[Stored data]
Segment Open
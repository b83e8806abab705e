// The catalogue of bad and doubtful data inputs (issue 7, data half): each case a file in tests/fixtures/data/bad/,
// written by make-bad.mjs beside it. Errors are InputErrors whose message names the file, the row or sheet, the
// field, what was found and a fix; doubtful files that warrant reads are checked against values worked by hand or
// against exceljs's whole-workbook reader (the reference reader).
import { join } from 'node:path';
import { describe, expect, it } from 'vitest';
import ExcelJS from 'exceljs';
import { readCube } from '../../src/data/cube.js';
import type { CubeSource } from '../../src/data/cube.js';
import { InputError } from '../../src/errors.js';
import { summarySource } from './sources.js';

const bad = (name: string) => join(import.meta.dirname, '../fixtures/data/bad', name);
const read = (name: string, extra: Partial<CubeSource> = {}, needed: string[] = []) => readCube(summarySource(bad(name), extra), needed, name);

async function failure(p: Promise<unknown>): Promise<InputError> {
  const e = await p.then(
    () => undefined,
    (err: unknown) => err,
  );
  expect(e).toBeInstanceOf(InputError);
  return e as InputError;
}

const pct = { agree: undefined, agreePercent: '% agree' };

// [case, file, source options, problem fields, exact first line of the message (up to "Fix:"), start of the fix]
const errors: Array<[string, string, Partial<CubeSource>, Record<string, unknown>, string, string]> = [
  ['missing required column', 'missing-column.csv', {}, { row: 1, field: 'respondents', found: 'Respondents' }, 'missing-column.csv, row 1: The file has no column with this name in its header row (row 1) (field "respondents", found "Respondents").', 'Did you mean "Respondants"?'],
  ['0-byte CSV', 'empty.csv', {}, { found: '0 bytes' }, 'empty.csv: The file is empty (0 bytes) (found "0 bytes").', 'Check that this is the right file'],
  ['header only', 'header-only.csv', {}, { row: 1 }, 'header-only.csv, row 1: The file has a header row but no data rows below it.', 'Add the data rows'],
  ['percentages in mixed scales', 'percent-mixed.csv', pct, { row: 4, field: '% agree', found: '0.72' }, 'percent-mixed.csv, row 4: The percent column mixes fractions with percentages: row 4 has "0.72" (a fraction of 1?) but row 2 has "72%" (a percentage) (field "% agree", found "0.72").', 'Write every value in the column on one scale'],
  ['agreeing greater than respondents', 'agree-above.csv', {}, { row: 3, field: 'Agreeing', found: '21' }, 'agree-above.csv, row 3: More people agreed than answered (21 agreeing, 20 respondents) (field "Agreeing", found "21").', 'Check the two counts on this row'],
  ['negative count', 'negative.csv', {}, { row: 2, field: 'Agreeing', found: '-3' }, 'negative.csv, row 2: A count is negative (field "Agreeing", found "-3").', 'Write the number of people, zero or more'],
  ['fractional count', 'fractional.csv', {}, { row: 2, field: 'Respondents', found: '50.5' }, 'fractional.csv, row 2: A count is not a whole number (field "Respondents", found "50.5").', 'Write the number of people as a whole number'],
  ['group row with blank counts', 'blank-group.csv', {}, { row: 3, field: 'Respondents', found: '' }, 'blank-group.csv, row 3: This row names a group but has no counts (field "Respondents", found "").', 'Fill in the counts for this row, or delete the row'],
  ['duplicate rows for one group', 'duplicate-group.csv', {}, { row: 4, field: 'Department, Year', found: 'Department = Hanes, Year = 2026' }, 'duplicate-group.csv, row 4: This row repeats the group of row 2 (field "Department, Year", found "Department = Hanes, Year = 2026").', 'Keep one row per group: remove or merge rows 2 and 4'],
  ['text in a numeric column', 'text-numeric.csv', { numeric: ['Staff ratio'] }, { row: 3, field: 'Staff ratio', found: 'see note' }, 'text-numeric.csv, row 3: A value in a numeric column is not a number (field "Staff ratio", found "see note").', 'Write a number such as 4.2'],
  ['quoted value never closed', 'quote-open.csv', {}, { row: 3 }, 'quote-open.csv, row 3: A quoted value is never closed (found "Quoted field unterminated").', 'Put a double quote at the end of the quoted value'],
  ['UTF-16 text', 'utf16.csv', {}, {}, 'utf16.csv: The file is UTF-16 text (often saved as "Unicode text"), which warrant does not read.', 'Save it again as CSV UTF-8'],
  ['CSV that is really XLSX', 'csv-really-xlsx.csv', {}, {}, 'csv-really-xlsx.csv: The file is an XLSX workbook (a zip archive), not CSV text, though its name ends in .csv.', 'Rename the file to end in .xlsx'],
  ['XLSX that is really CSV', 'xlsx-really-csv.xlsx', {}, {}, 'xlsx-really-csv.xlsx: The file is not an XLSX workbook: it is plain text (perhaps CSV), though its name ends in .xlsx.', 'Rename the file to end in .csv'],
  ['PDF renamed .xlsx', 'pdf-renamed.xlsx', {}, {}, 'pdf-renamed.xlsx: The file is a PDF document, not an XLSX workbook, whatever its name says.', 'Get the data as a spreadsheet (.xlsx) or CSV file'],
  ['old .xls renamed .xlsx', 'old-format.xlsx', {}, {}, 'old-format.xlsx: The file is an old-style Excel workbook (.xls), which warrant does not read.', 'Open it in a spreadsheet program and save it as Excel Workbook (.xlsx)'],
  ['0-byte XLSX', 'zero-byte.xlsx', {}, { found: '0 bytes' }, 'zero-byte.xlsx: The file is empty (0 bytes), so it is not an XLSX workbook (found "0 bytes").', 'Check that this is the right file'],
  ['merged header cells', 'merged-header.xlsx', {}, { sheet: 'Results', row: 1, field: 'cell C1', found: '' }, 'merged-header.xlsx, sheet "Results", row 1: The header row has an empty cell between the columns "Counts" and "Year"; merged header cells read as empty (field "cell C1", found "").', 'Unmerge the header cells'],
  ['several sheets, wrong name', 'sheets.xlsx', { sheet: 'Results 2025' }, { field: 'sheet', found: 'Results 2025' }, 'sheets.xlsx: The workbook has no sheet with this name (field "sheet", found "Results 2025").', 'Use one of the sheets in the workbook: "Old" (hidden), "Results 2026", "Notes"'],
];

describe('bad data inputs: each an InputError with file, place, field, value and fix', () => {
  for (const [what, file, extra, problem, first, fix] of errors) {
    it(what, async () => {
      const e = await failure(read(file, extra));
      expect(e.problems[0]).toMatchObject({ file, ...problem });
      const [head, tail] = e.message.split(' Fix: ');
      expect(head).toBe(first);
      expect(tail?.startsWith(fix), tail).toBe(true);
    });
  }
});

describe('doubtful data inputs that are read, and how', () => {
  it('byte-order mark: dropped, so the first column name matches', async () => {
    const cube = await read('bom.csv', {}, ['Department']);
    expect(cube.cells.map((c) => [c.dims['Department'], c.n, c.agree])).toEqual([
      ['Hanes', 50, 30],
      ['Łacina', 20, 5],
    ]);
  });

  it('semicolon delimiter with decimal commas', async () => {
    const cube = await read('semicolon-decimal-comma.csv', pct);
    // Worked by hand: round(72.4% × 50) = round(36.2) = 36; round(64% × 37) = round(23.68) = 24.
    expect(cube.cells.map((c) => [c.dims['Department'], c.n, c.agree])).toEqual([
      ['Hanes', 50, 36],
      ['Łacina', 37, 24],
    ]);
  });

  it('zero respondents: allowed, the group exists with no answers', async () => {
    const cube = await read('zero-respondents.csv', {}, ['Department']);
    expect(cube.cells.map((c) => [c.dims['Department'], c.n, c.agree])).toEqual([
      ['Hanes', 0, 0],
      ['Łacina', 20, 5],
    ]);
  });

  it("formula cells: the cached result, as exceljs's reader gives it", async () => {
    const wb = new ExcelJS.Workbook();
    await wb.xlsx.readFile(bad('formula-cached.xlsx'));
    const ws = wb.getWorksheet('Results')!;
    const result = (r: number, c: number) => String((ws.getCell(r, c).value as { result: unknown }).result);
    const cube = await read('formula-cached.xlsx', {}, ['Department']);
    expect(cube.cells.map((c) => [c.dims['Department'], String(c.n), String(c.agree)])).toEqual([
      ['Hanes', result(2, 2), result(2, 3)],
      [result(3, 1), '20', '5'],
    ]);
  });

  it('dates in a dimension column: ISO dates from the number format, as exceljs reads them', async () => {
    const wb = new ExcelJS.Workbook();
    await wb.xlsx.readFile(bad('dates.xlsx'));
    const ws = wb.getWorksheet('Results')!;
    const iso = (r: number) => (ws.getCell(r, 1).value as Date).toISOString();
    const cube = await read('dates.xlsx', {}, ['Wave']);
    expect(cube.values['Wave']).toEqual([iso(2).slice(0, 10), iso(3).slice(0, 10), `${iso(4).slice(0, 10)} ${iso(4).slice(11, 19)}`]);
    expect(cube.values['Wave']).toEqual(['2025-03-01', '2026-03-01', '2026-09-15 13:30:00']);
  });

  it('rich text joined; the hidden sheet passed over; a sheet chosen by name', async () => {
    const cube = await read('sheets.xlsx', {}, ['Department']);
    expect(cube.sheet).toBe('Results 2026');
    expect(cube.values['Department']).toEqual(['Łacina', 'Hanes']);
    const hidden = await read('sheets.xlsx', { sheet: 'Old' }, ['Department']);
    expect(hidden.values['Department']).toEqual(['Old']);
  });
});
Segment Closed
*Aim of the task*: Could you restate word for word the lines above from the one containing "['old .xls renamed" through the one containing "describe('doubtful data inputs", both included, and nothing else?

*Solution to the exercise*:
  ['old .xls renamed .xlsx', 'old-format.xlsx', {}, {}, 'old-format.xlsx: The file is an old-style Excel workbook (.xls), which warrant does not read.', 'Open it in a spreadsheet program and save it as Excel Workbook (.xlsx)'],
  ['0-byte XLSX', 'zero-byte.xlsx', {}, { found: '0 bytes' }, 'zero-byte.xlsx: The file is empty (0 bytes), so it is not an XLSX workbook (found "0 bytes").', 'Check that this is the right file'],
  ['merged header cells', 'merged-header.xlsx', {}, { sheet: 'Results', row: 1, field: 'cell C1', found: '' }, 'merged-header.xlsx, sheet "Results", row 1: The header row has an empty cell between the columns "Counts" and "Year"; merged header cells read as empty (field "cell C1", found "").', 'Unmerge the header cells'],
  ['several sheets, wrong name', 'sheets.xlsx', { sheet: 'Results 2025' }, { field: 'sheet', found: 'Results 2025' }, 'sheets.xlsx: The workbook has no sheet with this name (field "sheet", found "Results 2025").', 'Use one of the sheets in the workbook: "Old" (hidden), "Results 2026", "Notes"'],
];

describe('bad data inputs: each an InputError with file, place, field, value and fix', () => {
  for (const [what, file, extra, problem, first, fix] of errors) {
    it(what, async () => {
      const e = await failure(read(file, extra));
      expect(e.problems[0]).toMatchObject({ file, ...problem });
      const [head, tail] = e.message.split(' Fix: ');
      expect(head).toBe(first);
      expect(tail?.startsWith(fix), tail).toBe(true);
    });
  }
});

describe('doubtful data inputs that are read, and how', () => {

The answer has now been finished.